(YOUR ASSIGNMENT) Select and copy out every line in the records containing "states".

☆ ☆ ☆ ☆ ☆

def distant_screen_vector(kappa1, kappa2, alpha, beta, spin, inclination_deg):
    """E-vector (E_alpha, E_beta) at a distant observer from the Walker–Penrose constant.

    References
    ----------
    Connors, Piran & Stark (1980), eqs. 4-6; Chandrasekhar (1983), sec. 62.

    Examples
    --------
    >>> distant_screen_vector(3.0, 0.0, 3.0, 0.0, 0.0, 90.0)   # kappa(e_alpha) = (-nu, beta)
    (1.0, 0.0)
    """
    nu = -(np.asarray(alpha, dtype=float) + spin * np.sin(np.radians(inclination_deg)))
    beta = np.asarray(beta, dtype=float)
    norm = beta * beta + nu * nu
    with np.errstate(invalid="ignore", divide="ignore"):
        e_alpha = (beta * kappa2 - nu * kappa1) / norm
        e_beta = (beta * kappa1 + nu * kappa2) / norm
    if np.ndim(e_alpha) == 0:
        return float(e_alpha), float(e_beta)
    return e_alpha, e_beta


def camera_screen_vectors(k, tetrad, direction, r, theta, spin):
    """kappa of a camera pixel's two screen directions: ((k1, k2) of right, (k1, k2) of up).

    The pixel's screen is the plane normal to the photon's direction of travel
    ``direction`` (N, 3) (frame components along e_r, e_theta, e_phi); "right"
    is e_phi made orthogonal to it and "up" completes (right, up, -direction)
    as the camera's (e_phi, -e_theta, -e_r) would.  ``k`` (4, N) is the photon's
    momentum, ``tetrad`` the camera's frame (rows e_t, e_r, e_theta, e_phi).

    References
    ----------
    Walker & Penrose (1970); Chandrasekhar (1983), sec. 62.
    """
    n = np.asarray(direction, dtype=float)
    right = np.array([0.0, 0.0, 1.0])[None, :] - n[:, 2:3] * n
    right /= np.linalg.norm(right, axis=1, keepdims=True)
    up = np.cross(n, right)   # (right, up, n) right-handed: n points at the viewer
    cos_t, sin_t = math.cos(theta), math.sin(theta)
    out = []
    for vector in (right, up):
        f = vector @ tetrad[1:]          # (N, 4) contravariant components
        out.append(walker_penrose(np.ascontiguousarray(k), np.ascontiguousarray(f.T), r,
                                  cos_t, sin_t, float(spin)))
    return out


def evpa_from_screen(e_x, e_y):
    """IAU polarisation angle (rad, in (-pi/2, pi/2]) of an E-vector along image right/up.

    North is up and east is left, so the angle from north through east is
    atan2(-E_x, E_y), folded into (-pi/2, pi/2] (E and -E are the same polarisation).

    Examples
    --------
    >>> round(float(np.degrees(evpa_from_screen(-1.0, 1.0))), 6)   # towards north-east
    45.0
    """
    angle = np.arctan2(-np.asarray(e_x, dtype=float), np.asarray(e_y, dtype=float))
    return np.where(angle <= -np.pi / 2, angle + np.pi, np.where(angle > np.pi / 2,
                                                                 angle - np.pi, angle))


def _emission_table(polarisation):
    """The emitted degree as a table uniform in sqrt(mu), and the emitter's angle chi (rad)."""
    if polarisation.model == "electron_scattering":
        return _degree_table()[1], 0.0
    return np.full(2, float(polarisation.degree)), math.radians(polarisation.angle_deg)


def observed_stokes(view, polarisation, raw, bundle, alpha, beta, mu, intensity, hits):
    """Stokes maps at the observer of the crossings that shine: per order, summed, degree, angle.

    One pass over the crossings (:func:`_stokes_kernel`): for each crossing that
    shines, the emitted degree p(mu), the Walker–Penrose constant of its E-vector
    in closed form, the E-vector on the observer's screen and Q + iU =
    p I exp(2 i EVPA), with no trigonometric function per crossing; crossings
    that do not shine cost a test of ``hits``.

    Parameters
    ----------
    view : Viewpoint
        The observer (distant, or a camera at rest in its frame, off the axis).
    polarisation : Polarisation
        Its ``model`` is not ``none``.
    raw : dict
        The traced rays (``r``, ``inward``; :func:`render.geodesics.tracing.trace`).
    bundle : RayBundle
    alpha, beta : ndarray
        The rays' image-plane points (M), as the bundle was made from them.
    mu : ndarray (N, orders)
        Emission cosines in the emitters' frames.
    intensity : ndarray (N, orders)
        Each crossing's contribution to Stokes I (any units; NaN counts as 0).
    hits : ndarray of bool (N, orders)
        The crossings that shine.

    Returns
    -------
    dict
        ``stokes_i_order``, ``stokes_q_order``, ``stokes_u_order`` (N, orders);
        ``stokes_i``, ``stokes_q``, ``stokes_u``, ``polarised_degree``
        (sqrt(Q^2 + U^2) / I, NaN where I = 0) and ``polarisation_angle`` (IAU,
        degrees, NaN where unpolarised), each (N,).  Q = p I cos(2 EVPA),
        U = p I sin(2 EVPA), V = 0; the angle is undefined (no Q, U) for light
        leaving along the disk's normal.

    References
    ----------
    Walker & Penrose (1970); Connors, Piran & Stark (1980), eqs. 4-6;
    IAU (1974), Transactions XVB, 166 (the angle).
    """
    screen = np.empty((0, 4))
    if view.placement != "distant":
        screen = _camera_screen(view, alpha, beta)
    return crossing_stokes(view.spin, view.inclination_deg, view.roll_deg, polarisation, raw["r"],
                           raw["inward"], bundle, (alpha, beta), mu, intensity, hits, screen)


def crossing_stokes(spin, inclination_deg, roll_deg, polarisation, r, inward, bundle, points, mu,
                    intensity, hits, screen=None):
    """:func:`observed_stokes` from plain values (a distant observer unless ``screen`` is given).

    ``points`` are the rays' (alpha, beta) in M; ``screen`` (N, 4), when given,
    maps each ray's (kappa_1, kappa_2) linearly to its E-vector (right, up)
    before the roll (a camera's pixel screens, :func:`_camera_screen`).
    """
    shape = np.shape(r)
    table, chi = _emission_table(polarisation)
    # Orders first in memory: the still's per-order maps (orders, H, W) are then views.
    per_order = np.zeros((3, shape[1], shape[0]))
    totals = np.empty((5, shape[0]))
    roll = math.radians(roll_deg)
    arrays = (np.ascontiguousarray(r, dtype=float), np.ascontiguousarray(hits, dtype=np.bool_),
              np.ascontiguousarray(inward, dtype=np.bool_),
              np.ascontiguousarray(bundle.lam, dtype=float),
              np.ascontiguousarray(bundle.eta, dtype=float),
              np.ascontiguousarray(bundle.states, dtype=float),
              np.ascontiguousarray(points[0], dtype=float).ravel(),
              np.ascontiguousarray(points[1], dtype=float).ravel(),
              np.ascontiguousarray(mu, dtype=float), np.ascontiguousarray(intensity, dtype=float),
              float(spin), float(spin) * math.sin(math.radians(inclination_deg)), math.cos(roll),
              math.sin(roll), np.empty((0, 4)) if screen is None else screen, table,
              math.cos(chi), math.sin(chi), per_order, totals)
    if shape[0] <= STOKES_BLOCK:
        _stokes_kernel(0, shape[0], *arrays)
    else:
        _stokes_blocks(*arrays)
    out = {name: per_order[k].T for k, name in enumerate(("stokes_i_order", "stokes_q_order",
                                                          "stokes_u_order"))}
    for row, name in enumerate(("stokes_i", "stokes_q", "stokes_u", "polarised_degree",
                                "polarisation_angle")):
        out[name] = totals[row]
    return out


@njit(cache=True)
def _tabled_degree(table, mu):
    """The degree at emission cosine mu from a table uniform in sqrt(mu) (NaN stays NaN)."""
    if not (mu == mu):
        return np.nan
    last = table.size - 1
    x = math.sqrt(min(max(mu, 0.0), 1.0)) * last
    k = min(int(x), last - 1)
    return table[k] + (x - k) * (table[k + 1] - table[k])


@njit(cache=True)
def _ray_side(states, n):
    """The side s = sign(mu) of the equator a ray starts on (its first move if on it)."""
    if states[n, 2] != 0.0:
        return 1.0 if states[n, 2] > 0.0 else -1.0
    if states[n, 3] != 0.0:
        return 1.0 if states[n, 3] > 0.0 else -1.0
    return 1.0


# Rays per serial block of the Stokes pass.  A block of 2^17 rays is 1-3 ms of work; below
# that a parallel region's start and closing barrier (numba's threads, waiting on one
# another, for milliseconds on a loaded machine) cost more than they save.
STOKES_BLOCK = 1 << 17


@njit(cache=True, parallel=True)
def _stokes_blocks(r, hits, inward, lam, eta, states, alpha, beta, mu, intensity, a, a_sin_i,
                   cos_roll, sin_roll, screen, table, cos_chi, sin_chi, per_order, totals):
    """:func:`_stokes_kernel` over blocks of STOKES_BLOCK rays, in parallel."""
    n_rays = r.shape[0]
    for b in prange((n_rays + STOKES_BLOCK - 1) // STOKES_BLOCK):
        _stokes_kernel(b * STOKES_BLOCK, min((b + 1) * STOKES_BLOCK, n_rays), r, hits, inward,
                       lam, eta, states, alpha, beta, mu, intensity, a, a_sin_i, cos_roll,
                       sin_roll, screen, table, cos_chi, sin_chi, per_order, totals)


@njit(cache=True)
def _stokes_kernel(start, stop, r, hits, inward, lam, eta, states, alpha, beta, mu, intensity,
                   a, a_sin_i, cos_roll, sin_roll, screen, table, cos_chi, sin_chi, per_order,
                   totals):
    """Rays ``start:stop``, per crossing that shines: p(mu), kappa, the E-vector, I, Q, U.

    The photon's signs at crossing j are those of :func:`crossing_kappa_signs`.
    The E-vector (E_x, E_y) along the image's right and up gives
    Q + iU = p I (E_y - i E_x)^2 / |E|^2 (EVPA = atan2(-E_x, E_y)).
    ``per_order`` (3, orders, N): I, Q, U of each crossing (left as they are where
    nothing shines: zeros); ``totals`` rows: I, Q, U summed over orders, the degree
    and the angle (deg) of the sums.
    """
    n_orders = r.shape[1]
    is_camera = screen.shape[0] > 0
    for n in range(start, stop):
        i_sum = q_sum = u_sum = 0.0
        side = _ray_side(states, n)
        nu = -(alpha[n] + a_sin_i)
        for j in range(n_orders):
            if not hits[n, j] or not (intensity[n, j] == intensity[n, j]):
                continue
            value = intensity[n, j]
            per_order[0, j, n] = value
            i_sum += value
            p = _tabled_degree(table, mu[n, j])
            if not (p != 0.0 and p == p):
                continue
            sign_theta = -side if j % 2 == 0 else side
            k1, k2 = _surface_kappa(r[n, j], lam[n], eta[n], a, 1.0 if inward[n, j] else -1.0,
                                    sign_theta, False)
            k1, k2 = _turned_kappa(k1, k2, cos_chi, sin_chi)
            if is_camera:
                e_a = screen[n, 0] * k1 + screen[n, 1] * k2
                e_b = screen[n, 2] * k1 + screen[n, 3] * k2
            else:   # Connors, Piran & Stark (1980), eqs. 4-6, times beta^2 + nu^2
                e_a = beta[n] * k2 - nu * k1
                e_b = beta[n] * k1 + nu * k2
            e_x = cos_roll * e_a + sin_roll * e_b
            e_y = -sin_roll * e_a + cos_roll * e_b
            size = e_x * e_x + e_y * e_y
            if not size > 0.0:
                continue   # along the normal: no direction parallel to the surface
            scale = p * value / size
            q = scale * (e_y * e_y - e_x * e_x)
            u = -2.0 * scale * e_x * e_y
            per_order[1, j, n], per_order[2, j, n] = q, u
            q_sum += q
            u_sum += u
        polarised = math.hypot(q_sum, u_sum)
        totals[0, n], totals[1, n], totals[2, n] = i_sum, q_sum, u_sum
        totals[3, n] = polarised / i_sum if i_sum > 0.0 else np.nan
        totals[4, n] = math.degrees(0.5 * math.atan2(u_sum, q_sum)) if polarised > 0.0 else np.nan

☆ ☆ ☆ ☆ ☆

(SOLUTION BELOW)
              np.ascontiguousarray(bundle.states, dtype=float),
def _ray_side(states, n):
    if states[n, 2] != 0.0:
        return 1.0 if states[n, 2] > 0.0 else -1.0
    if states[n, 3] != 0.0:
        return 1.0 if states[n, 3] > 0.0 else -1.0
def _stokes_blocks(r, hits, inward, lam, eta, states, alpha, beta, mu, intensity, a, a_sin_i,
                       lam, eta, states, alpha, beta, mu, intensity, a, a_sin_i, cos_roll,
def _stokes_kernel(start, stop, r, hits, inward, lam, eta, states, alpha, beta, mu, intensity,
        side = _ray_side(states, n)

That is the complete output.